[Saved entries]
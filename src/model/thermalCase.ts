/**
 * A thermal case: everything the engine needs, validated and in SI units. The scenario module
 * builds it from a file; a script can build it directly. Nothing here knows about files.
 */
import type { HeatExchange } from "../physics/dayNight.js";
import type { SurfaceProperties } from "../physics/energyBalance.js";
import type { Orbit } from "../physics/orbit.js";
import type { ClimateSettings } from "../physics/climateSettings.js";
import type { Observer } from "../physics/observer.js";
import type { Passband } from "../physics/planck.js";
import type { Star } from "../physics/star.js";
import type { ColumnSpec, HeatStore } from "./heatStore.js";
import type { Regime } from "./regimes.js";

export { REGIMES, type Regime } from "./regimes.js";
export type { ColumnSpec, HeatStore } from "./heatStore.js";

/**
 * The optical and internal-heat properties of the surface. `heatCapacityJPerM2K` is the shorthand
 * for a slab heat store (`heatStore: { kind: "slab", ... }`); a column case has none.
 */
export type SurfaceOptics = Omit<SurfaceProperties, "heatCapacityJPerM2K"> & { heatCapacityJPerM2K?: number };

export interface SpinSpec {
  /** Sidereal rotation rate Ω, rad s⁻¹ (> 0). */
  rateRadPerSecond: number;
  /** Spin:orbit ratio p:q in lowest terms when the spin was given as a resonance. */
  ratio?: { spin: number; orbit: number };
  /** Obliquity θ, rad, 0 ≤ θ ≤ π. */
  obliquityRad: number;
  /** True anomaly at the northern spring equinox, rad. */
  equinoxTrueAnomalyRad: number;
}

export interface SurfaceLocation {
  /** Latitude φ, rad, −π/2 ≤ φ ≤ π/2. */
  latitudeRad: number;
  /** Longitude λ, rad, east of the meridian under the star at periastron. */
  longitudeRad: number;
}

export interface ThermalCase {
  name: string;
  star: Star;
  orbit: Orbit;
  surface: SurfaceOptics;
  regime: Regime;
  /**
   * What stores the heat under every cell (see `heatStore.ts`). Optional: without it the store is
   * `column` when given, else a slab of `surface.heatCapacityJPerM2K`; read it through `heatStoreOf`.
   */
  heatStore?: HeatStore;
  /** Optional temperature window [low, high], K, for the time-in-range statistic. */
  windowK?: readonly [number, number];
  /** Spin (band: obliquity and axis; point: all of it). Default: synchronous, no obliquity. */
  spin?: SpinSpec;
  /** Where on the surface (band: latitude; point: latitude and longitude). Default 0, 0. */
  location?: SurfaceLocation;
  /** Day/night heat exchange (daynight regime). Default: no exchange, uniform dayside. */
  exchange?: HeatExchange;
  /** Shorthand for `heatStore: { kind: "column", column }`: a conduction column under the surface. */
  column?: ColumnSpec;
  /**
   * The zonal climate's settings (latitude bands, transport, radiation, ice): present exactly for a
   * scenario with regime zonal, whose solver (src/run/zonal.ts) reads them; `regime` then holds global.
   */
  climate?: ClimateSettings;
  /** The map regime's grid (defaults 36 × 18, no wind). */
  map?: MapSpec;
  /** A distant observer, for the map regime's phase curve. */
  observer?: ObserverSpec;
  /** The body's radius, m (the map's flux ratio needs it). */
  bodyRadiusM?: number;
}

/** The map regime's grid: equal-angle cells, and a solid-body wind relative to the ground. */
export interface MapSpec {
  longitudes: number;
  latitudes: number;
  /** Wind angular speed relative to the ground, rad s⁻¹ (eastward positive). */
  windRadPerSecond: number;
}

/** What a telescope sees: the orbit's orientation and the passband (a file is read by the CLI into a table). */
export interface ObserverSpec extends Observer {
  passband: Passband | { kind: "file"; path: string };
}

* WHAT NEEDS TO BE DONE:
The reply must hold exactly the lines from the one containing "the surface. */" to the last line of the entries, and nothing more.

* THE COMPLETED TASK:
  /** Shorthand for `heatStore: { kind: "column", column }`: a conduction column under the surface. */
  column?: ColumnSpec;
  /**
   * The zonal climate's settings (latitude bands, transport, radiation, ice): present exactly for a
   * scenario with regime zonal, whose solver (src/run/zonal.ts) reads them; `regime` then holds global.
   */
  climate?: ClimateSettings;
  /** The map regime's grid (defaults 36 × 18, no wind). */
  map?: MapSpec;
  /** A distant observer, for the map regime's phase curve. */
  observer?: ObserverSpec;
  /** The body's radius, m (the map's flux ratio needs it). */
  bodyRadiusM?: number;
}

/** The map regime's grid: equal-angle cells, and a solid-body wind relative to the ground. */
export interface MapSpec {
  longitudes: number;
  latitudes: number;
  /** Wind angular speed relative to the ground, rad s⁻¹ (eastward positive). */
  windRadPerSecond: number;
}

/** What a telescope sees: the orbit's orientation and the passband (a file is read by the CLI into a table). */
export interface ObserverSpec extends Observer {
  passband: Passband | { kind: "file"; path: string };
}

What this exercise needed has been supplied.